On the subject of footprints, this may sound obvious but it wasn't to me so I thought I'd point out that once you've clipped the footprint to the tent you needn't unclip it when you pack the whole thing, just keep it clipped in. At least with my Hillerberg Akto, this works perfectly, saves time and keeps the insides dry if pitching in the rain.


----------



## Crankarm (18 Apr 2009)

Samid, Anything that makes life easier . I see you are Toronto way. Canada or Lincs. UK? If Canada you have the mother of all scenery and wilderness on your doorstep. If Lincs UK, you don't. Fly camping must be de rigeur and certainly must make for tricky moments sharing your space with bears!?


----------



## samid (18 Apr 2009)

Crankarm, it is Toronto Canada  - just updated my profile to make things clear, didn't know there was a Toronto in the UK. Yes, bears... last summer my son was in a camp and saw one scavenging the bins while taking the garbage out. I'm glad we only have black ones here on the east coast, not grizzlies


----------



## Cockney Scot (18 Apr 2009)

You think you have problems with bears, I have to worry about the wife, she makes grizzlies look like kittens.


----------



## jags (18 Apr 2009)

samid im going to try that out with my akto,makes sense.


----------



## RussellEngland (20 Apr 2009)

I have the same tent and its been great for me. I'm 6 foot 2 with a little extra padding  and find it very roomy - even with company  Its very easy to put up, even in winds. I carry it for backpacking and wild camping but I'm planning a bicycle tour this summer. So think I will invest in the footprint and wouldn't mind the extra weight on a bike. To be honest I didn't know one was available until you mentioned it. Cheers. Russ.


----------



## Cockney Scot (20 Apr 2009)

i didnt know there was a specific footprint for the Spirit 200+ until I was ordering it.Here is the link where I got my footprint and tent.
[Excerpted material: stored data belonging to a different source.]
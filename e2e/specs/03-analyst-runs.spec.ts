import { expect, test } from "@playwright/test";
import { members, names, seededPathways, seededVersionName } from "../support/names";
import { openFromNav } from "../support/navigation";
import { pick, pickEach } from "../support/pickers";
import { chooseVersion, pathwayIds, runIdFromUrl, waitForRun, type RunResult, type RunSummary, type VersionSummary } from "../support/runs";
import { snap } from "../support/screenshots";
import { apiAs, getJson, postJson, signIn } from "../support/sign-in";

/**
 * Analyst: runs an ensemble on the newly approved version, watches it progress, reads the
 * fan chart and horizon table, and compares it with the same pathways under the previous
 * version. Also checks that a run on an unapproved version is marked exploratory.
 */
test.describe.configure({ mode: "serial" });

const seed = "e2e-orsa-2025";

test.beforeAll(async ({ baseURL }) => {
  // The previous version's run to compare against: same pathways, members and seed.
  const api = await apiAs("analyst", baseURL!);
  const v1 = (await getJson<{ items: VersionSummary[] }>(api, "/api/model-versions?status=approved")).items.find(
    (v) => v.name === seededVersionName,
  )!;
  const run = await postJson<RunSummary>(api, "/api/runs", {
    name: names.runOnPrevious,
    modelVersionId: v1.id,
    pathwayIds: await pathwayIds(api, seededPathways),
    members,
    seed,
    sampling: "latin-hypercube",
  });
  // A third run for the comparison: the same version and pathways under another seed, so the
  // settings table has one more difference to name.
  const other = await postJson<RunSummary>(api, "/api/runs", {
    name: names.runOnPreviousOtherSeed,
    modelVersionId: v1.id,
    pathwayIds: await pathwayIds(api, seededPathways),
    members,
    seed: `${seed}-other`,
    sampling: "latin-hypercube",
  });
  await waitForRun(api, run.id);
  await waitForRun(api, other.id);
  await api.dispose();
});

test("analyst runs the approved version, reads the fan chart and horizons, compares with v1", async ({ page }, testInfo) => {
  await signIn(page, "analyst");
  await openFromNav(page, "Runs");
  await page.getByRole("link", { name: "New run" }).click();
  await expect(page.getByRole("heading", { level: 1, name: "New run" })).toBeVisible();

  await page.getByLabel("Name (optional)").fill(names.runOnWider);
  await chooseVersion(page, names.widerDraft);
  await expect(page.getByText(/will be exploratory/)).toHaveCount(0);
  await pickEach(page, "Pathways", seededPathways);
  await page.getByLabel("Members").fill(String(members));
  await page.getByLabel("Seed").fill(seed);
  await page.getByRole("radio", { name: "Latin hypercube" }).check();
  await snap(page, testInfo, "run-form", "run-form.png");
  await page.getByRole("button", { name: "Queue run" }).click();

  // Progress: the page follows the run by itself (no reload) from queued/running to the result.
  await expect(page).toHaveURL(/\/runs\/[0-9a-f-]{36}$/);
  const runId = runIdFromUrl(page.url());
  const progress = page.getByRole("progressbar", { name: `Progress of ${names.runOnWider}` });
  const fan = page.getByRole("figure", { name: "Warming above 1850–1900 (K)" });
  await expect(progress.or(fan)).toBeVisible();
  if (await progress.isVisible()) {
    testInfo.annotations.push({ type: "progress", description: `progress bar seen at ${await progress.getAttribute("aria-valuenow")}` });
    await snap(page, testInfo, "run-in-progress");
  }
  await expect(fan).toBeVisible({ timeout: 90_000 });
  await expect(progress).toHaveCount(0);
  await expect(page.getByText("Made with an approved model version.")).toBeVisible();
  await expect(page.getByRole("complementary", { name: "Cautions" })).toBeVisible();

  // The fan chart draws the focused pathway's band pair and median, and only the median of each
  // other pathway (their bands behind a toggle), with a show/hide button per pathway.
  for (const p of seededPathways) await expect(fan.getByRole("button", { name: p, exact: true })).toHaveAttribute("aria-pressed", "true");
  expect(await fan.locator("svg path").count()).toBeGreaterThanOrEqual(3 + (seededPathways.length - 1));
  await snap(page, testInfo, "run-result", "run-result.png");
  const plot = fan.getByRole("img");
  const box = (await plot.boundingBox())!;
  await plot.hover({ position: { x: box.width * 0.8, y: box.height * 0.5 } });
  // Hover read-out of the year's percentiles for every pathway shown.
  await expect(fan.getByText(/^median/).first()).toBeVisible();
  await snap(page, testInfo, "run-result-hover");

  // The horizon table shows what the API computed (2 decimals, K).
  const api = page.request;
  const result = (await (await api.get(`/api/runs/${runId}/result`)).json()) as RunResult;
  const highTab = page.getByRole("radiogroup", { name: "Pathway" }).getByRole("radio", { name: "Harbourline High" });
  await highTab.click();
  await expect(highTab).toHaveAttribute("aria-checked", "true");
  const table = page.getByRole("table", { name: "Warming percentiles at the horizons for Harbourline High" });
  const high = result.pathways.find((p) => p.name === "Harbourline High")!;
  for (const year of [2050, 2100]) {
    const t = high.horizons.find((h) => h.year === year)!.temperature;
    const row = table.getByRole("row", { name: new RegExp(`^${year} `) });
    await expect(row.getByRole("cell").nth(0)).toHaveText(new RegExp(`^${t.p5!.toFixed(2)}`));
    await expect(row.getByRole("cell").nth(2)).toHaveText(new RegExp(`^${t.p50!.toFixed(2)}`));
    await expect(row.getByRole("cell").nth(4)).toHaveText(new RegExp(`^${t.p95!.toFixed(2)}`));
  }
  await table.scrollIntoViewIfNeeded();
  await snap(page, testInfo, "run-horizons-high");

  // Compare with the previous version: same pathways, same seed, wider aerosol–cloud range.
  await page.getByRole("link", { name: "Compare…" }).click();
  await expect(page.getByRole("heading", { level: 1, name: "Compare" })).toBeVisible();
  // The address carries the run ids; this run is the reference.
  await expect(page).toHaveURL(/\/runs\/compare\?runs=[0-9a-f-]{36}$/);
  await pick(page, "Run 2", names.runOnPrevious);
  await page.getByLabel("Reference run: pathway").selectOption({ label: "Harbourline High" });
  await page.getByLabel("Run 2: pathway").selectOption({ label: "Harbourline High" });
  await expect(page.getByRole("figure", { name: `${names.runOnWider}: Harbourline High` })).toBeVisible();
  await expect(page.getByRole("figure", { name: `${names.runOnPrevious}: Harbourline High` })).toBeVisible();
  await expect(page.getByRole("figure", { name: "All on one chart" })).toBeVisible();
  await expect(page.getByRole("figure", { name: "Warming at the shared horizons" })).toBeVisible();
  await expect(page.getByTestId("differing-settings")).toHaveText("Differ: model version.");
  await snap(page, testInfo, "compare-versions", "compare.png");

  // A third run: rows are labelled by run name, with differences from the reference.
  await page.getByRole("button", { name: "Add a run" }).click();
  await pick(page, "Run 3", names.runOnPreviousOtherSeed);
  await page.getByLabel("Run 3: pathway").selectOption({ label: "Harbourline High" });
  await expect(page).toHaveURL(/\?runs=[0-9a-f-]{36},[0-9a-f-]{36},[0-9a-f-]{36}&pathways=/);
  await expect(page.getByTestId("differing-settings")).toHaveText("Differ: model version, seed.");
  const table2100 = page.getByRole("table", { name: "Warming in 2100" });
  await expect(table2100.getByRole("rowheader")).toHaveText([
    `${names.runOnWider} (reference)`,
    names.runOnPrevious,
    names.runOnPreviousOtherSeed,
  ]);
  // Δ median of the third run: a signed difference in K.
  await expect(table2100.getByRole("row").nth(3).getByRole("cell").nth(2)).toHaveText(/^[+−]\d\.\d\d$|^0\.00$/);
  await page.getByRole("heading", { name: "Settings that differ" }).scrollIntoViewIfNeeded();
  await snap(page, testInfo, "compare-three-runs", "compare-three-runs.png");
});

test("a run on an unapproved version is marked exploratory on its page and on the desk", async ({ page, baseURL }, testInfo) => {
  // The seeded v2 draft (a trial 2001–2020 observational constraint) is not approved: any run of it is exploratory.
  const api = await apiAs("analyst", baseURL!);
  const draft = (await getJson<{ items: VersionSummary[] }>(api, "/api/model-versions?status=draft")).items.find(
    (v) => v.name === seededVersionName,
  )!;
  const run = await postJson<RunSummary>(api, "/api/runs", {
    name: "Constraint trial (draft v2)",
    modelVersionId: draft.id,
    pathwayIds: await pathwayIds(api, ["Harbourline Middle"]),
    members: 2000,
    seed: "e2e-draft",
    sampling: "latin-hypercube",
  });
  expect(run.exploratory).toBe(true);
  await waitForRun(api, run.id);
  await api.dispose();

  await signIn(page, "analyst");
  await expect(page.getByRole("heading", { name: "Exploratory results" })).toBeVisible();
  const flagged = page.getByRole("listitem").filter({ has: page.getByRole("link", { name: "Constraint trial (draft v2)" }) });
  await expect(flagged.first()).toContainText("Exploratory");
  await snap(page, testInfo, "desk-exploratory");
  await page.goto(`/runs/${run.id}`);
  await expect(page.getByText(/EXPLORATORY/).first()).toBeVisible();
  await expect(page.getByText(/Do not use for filings/)).toBeVisible();
  await expect(page.getByRole("heading", { name: "Observational constraint" })).toBeVisible();
  await snap(page, testInfo, "run-exploratory", "run-exploratory.png");
});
http://www.springfield-camping.co.uk/Vango/Spirit+200++Footprint+2009/923/pc.
Have just got the sleeping bag, opted for a Pro Action Ultra Light 100gsm Sleeping Bag. very light and packs small, only cost £19.49 in Argos and at the same time got a Xtreme Lite 3/4 Self Inflating Mattress. Didnt realise at the time it was 3/4 , but seems comfy enough.
Just got to get a sleeping bag liner now. Fancy a fleece one , but will see what I can find.


----------



## GrahamG (22 Apr 2009)

Thanks for the clarification on weight _with_ the footprint - that's enough persuasion to get me to buy one!


----------



## Crankarm (22 Apr 2009)

delt1c said:


> i didnt know there was a specific footprint for the Spirit 200+ until I was ordering it.Here is the link where I got my footprint and tent.
> 
> http://www.springfield-camping.co.uk/Vango/Spirit+200++Footprint+2009/923/pc.
> Have just got the sleeping bag, opted for a Pro Action Ultra Light 100gsm Sleeping Bag. very light and packs small, only cost £19.49 in Argos and at the same time got a Xtreme Lite 3/4 Self Inflating Mattress. Didnt realise at the time it was 3/4 , but seems comfy enough.
> Just got to get a sleeping bag liner now. Fancy a fleece one , but will see what I can find.
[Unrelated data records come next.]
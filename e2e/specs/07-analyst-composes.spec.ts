import { expect, test } from "@playwright/test";
import { baseURL } from "../playwright.config";
import { openFromNav } from "../support/navigation";
import { pick } from "../support/pickers";
import { snap } from "../support/screenshots";
import { apiAs, getJson, signIn } from "../support/sign-in";

/**
 * Analyst: composes a pathway without writing JSON — starts from a seeded pathway, halves
 * its aerosol–cloud forcing from 2030, extends it to 2150 by a linear trend fitted over the
 * last 30 years, saves it, and finds it in the list with its chart and its recipe.
 */
const composedName = "Middle, half aerosol–cloud from 2030, to 2150";

interface StoredPathway {
  id: string;
  name: string;
  startYear: number;
  endYear: number;
  description: string;
  agents: Record<string, { erf?: number[] }>;
}

for (const width of [1280, 1440]) {
  test(`analyst composes a pathway by scale and extend at ${width} px, saves it and finds it`, async ({ page }, testInfo) => {
    await page.setViewportSize({ width, height: 900 });
    const name = `${composedName} (${width})`;
    await signIn(page, "analyst");
    await openFromNav(page, "Pathways");
    await page.getByRole("link", { name: "Compose a pathway" }).click();
    await expect(page.getByRole("heading", { level: 1, name: "Compose a pathway" })).toBeVisible();
    await pick(page, "Start from", "Harbourline Middle");

    const addStep = (label: string) => page.getByRole("group", { name: "Add a step" }).getByRole("button", { name: label }).click();
    await addStep("Scale an agent");
    const scale = page.getByRole("region", { name: "Step 1: Scale an agent" });
    await scale.getByLabel("Agent").selectOption({ label: "Aerosol–cloud (W m-2)" });
    await scale.getByLabel("Factor").fill("0.5");
    await scale.getByLabel("From year").fill("2030");
    await expect(scale.getByText("Changed: 1 agent; the pathway now covers 1750–2100.")).toBeVisible();
    await expect(scale.getByRole("heading", { name: "Step 1: Aerosol–cloud (W m-2)" })).toBeVisible();

    await addStep("Extend beyond the last year");
    const extend = page.getByRole("region", { name: "Step 2: Extend beyond the last year" });
    await extend.getByLabel("Extend to year").fill("2150");
    await extend.getByLabel("How").selectOption("linear");
    await extend.getByLabel("Fit the trend over the last N years").fill("30");
    await expect(extend.getByText(/the pathway now covers 1750–2150\./)).toBeVisible();
    await expect(extend.getByRole("heading", { name: "Step 2: net forcing" })).toBeVisible();
    await snap(page, testInfo, `composer-${width}`);

    await page.getByLabel("Name").fill(name);
    await page.getByRole("button", { name: "Save as new pathway" }).click();
    await expect(page.getByRole("heading", { level: 1, name })).toBeVisible();
    await expect(
      page.getByText(
        /Composed in Plumeline from "Harbourline Middle" \(id [^)]+\): 1\. Aerosol–cloud scaled by 0\.5 in 2030–2100\. 2\. extended to 2150/,
      ),
    ).toBeVisible();
    await expect(page.getByText("1750–2150", { exact: true })).toBeVisible();
    await expect(page.getByRole("figure", { name: `Forcing by agent — ${name}` })).toBeVisible();
    await snap(page, testInfo, `composed-pathway-${width}`);

    await openFromNav(page, "Pathways");
    await expect(page.getByRole("link", { name })).toBeVisible();

    // The stored numbers follow the closed forms: half the base's aerosol–cloud forcing from 2030 on, the base's before.
    const api = await apiAs("analyst", baseURL);
    const list = await getJson<StoredPathway[] | { items: StoredPathway[] }>(api, "/api/pathways?limit=100");
    const summaries = Array.isArray(list) ? list : list.items;
    const composed = await getJson<StoredPathway>(api, `/api/pathways/${summaries.find((p) => p.name === name)!.id}`);
    const base = await getJson<StoredPathway>(api, `/api/pathways/${summaries.find((p) => p.name === "Harbourline Middle")!.id}`);
    const at = (p: StoredPathway, year: number) => p.agents["aerosol-cloud"]!.erf![year - p.startYear]!;
    expect(composed.endYear).toBe(2150);
    expect(at(composed, 2029)).toBe(at(base, 2029));
    expect(at(composed, 2030)).toBe(at(base, 2030) * 0.5);
    expect(at(composed, 2100)).toBe(at(base, 2100) * 0.5);
    await api.dispose();
  });
}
You're getting there then. You surprise me......Argos. The mattress and bag you bought are ok?

The weather is really peachy at the moment  have been thinking of setting off for a long weekend somewhere with bike and tent. Have even been thinking of driving down to Dover parking the car up somewhere quiet, sorry train is too expensive and takes too long by comparison, and then going across to France as foot passenger and bike on the ferry. Mind you there are quite a few illegals to avoid who are living in the forests of northern France near Calais close to the coast. Will have to check my panniers coming back if I decide to go.
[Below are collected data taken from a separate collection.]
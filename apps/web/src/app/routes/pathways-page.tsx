import { paths } from "@/config/paths";
import { useCan } from "@/features/auth/use-permission";
import { usePathways } from "@/features/pathways/api/get-pathways";
import { PathwaysTable } from "@/features/pathways/components/pathways-table";
import { ButtonLink } from "@/components/ui/button";
import { Card } from "@/components/ui/card";
import { PageHeader } from "@/components/ui/page-header";
import { EmptyState, ErrorState, LoadingState } from "@/components/ui/states";

export default function PathwaysPage() {
  const pathways = usePathways();
  const canWrite = useCan("pathways:write");
  return (
    <>
      <PageHeader
        kicker="Pathways"
        title="Forcing pathways"
        description="Each pathway gives forcing or concentrations per agent and year, with where it came from and which vintage."
        actions={
          canWrite && (
            <>
              <ButtonLink to={paths.pathwayCompose.build()} variant="secondary">
                Compose a pathway
              </ButtonLink>
              <ButtonLink to={paths.pathwayUpload.build()} variant="primary">
                Upload CSV / XLSX
              </ButtonLink>
            </>
          )
        }
      />
      <Card>
        {pathways.isPending ? (
          <LoadingState label="Loading pathways…" />
        ) : pathways.isError ? (
          <div className="p-4">
            <ErrorState error={pathways.error} retry={() => pathways.refetch()} />
          </div>
        ) : pathways.data.length === 0 ? (
          <div className="p-4">
            <EmptyState title="No pathways yet">Upload a CSV or XLSX file, or compose one from an existing pathway.</EmptyState>
          </div>
        ) : (
          <PathwaysTable pathways={pathways.data} />
        )}
      </Card>
    </>
  );
}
Whilst I don't yet have a Vango 200+ my petite Vaude Taurus UL could do with an airing. It hasn't been open for a few years not since the Tour of the Cols des Pyrenees in 2005. The next few nights are looking quite mild 8-10C so will see where I can go. How about the Peak District, very hilly indeed or just ride out into Norfolk? Trouble is I imagine only a few if any campsites will be open yet. If not will have to chance it and go wild  .


----------



## Randochap (28 Apr 2009)

samid said:


> Crankarm, it is Toronto Canada I'm glad we only have black ones here on the east coast, not grizzlies



Howdy, Canuck! Don't underestimate black bears. While it's true that grizzlies are more unpredictable, black bears aren't exactly free of surprises either.

There have been some high profile black bear attacks -- one leading to the death of a jogger in the Rockies, last year. And this bizarre incident on Vancouver Island. Incedentally, the Island bear population is no longer confined to _ursus americanus_. _Ursus arctos horribilis_ has swum over from the Mainland and has been sighted in several North Island locations. We keep eyes peeled on our night rides up there.

Keep all food and cosmetics out of or near to tent. Do not pack tent in same pannier as foodstuffs.


----------



## Cromcruaich (29 Apr 2009)

Great little tent, pitch as one with ease, good porch area. I consider the footprint an essential, unless you know in advance its going to be dry where and when you pitch.


----------



## steviebhoy (18 May 2010)

hi im new to this forum came across it on searching for advice on the spirit tent.Does the spirit 200+ have enough room to fit two bikes into the porch or would i need the 300+? and if anyone has any pics of the porch and the tent would be much appriecated thanks.


----------



## Jugular (18 May 2010)

I don't think it's possible to fit full size bikes entirely in the porch, at least not comfortably. I'm not sure a 300+ would do the job either as I get the impression it's simply wider, whereas length is the real issue.

I tried this tent out for the first time last weekend and was very impressed by it, my Brompton did fit inside! After feeling the thinness of the groundsheet I'm definitely buying the footprint to improve the resilience.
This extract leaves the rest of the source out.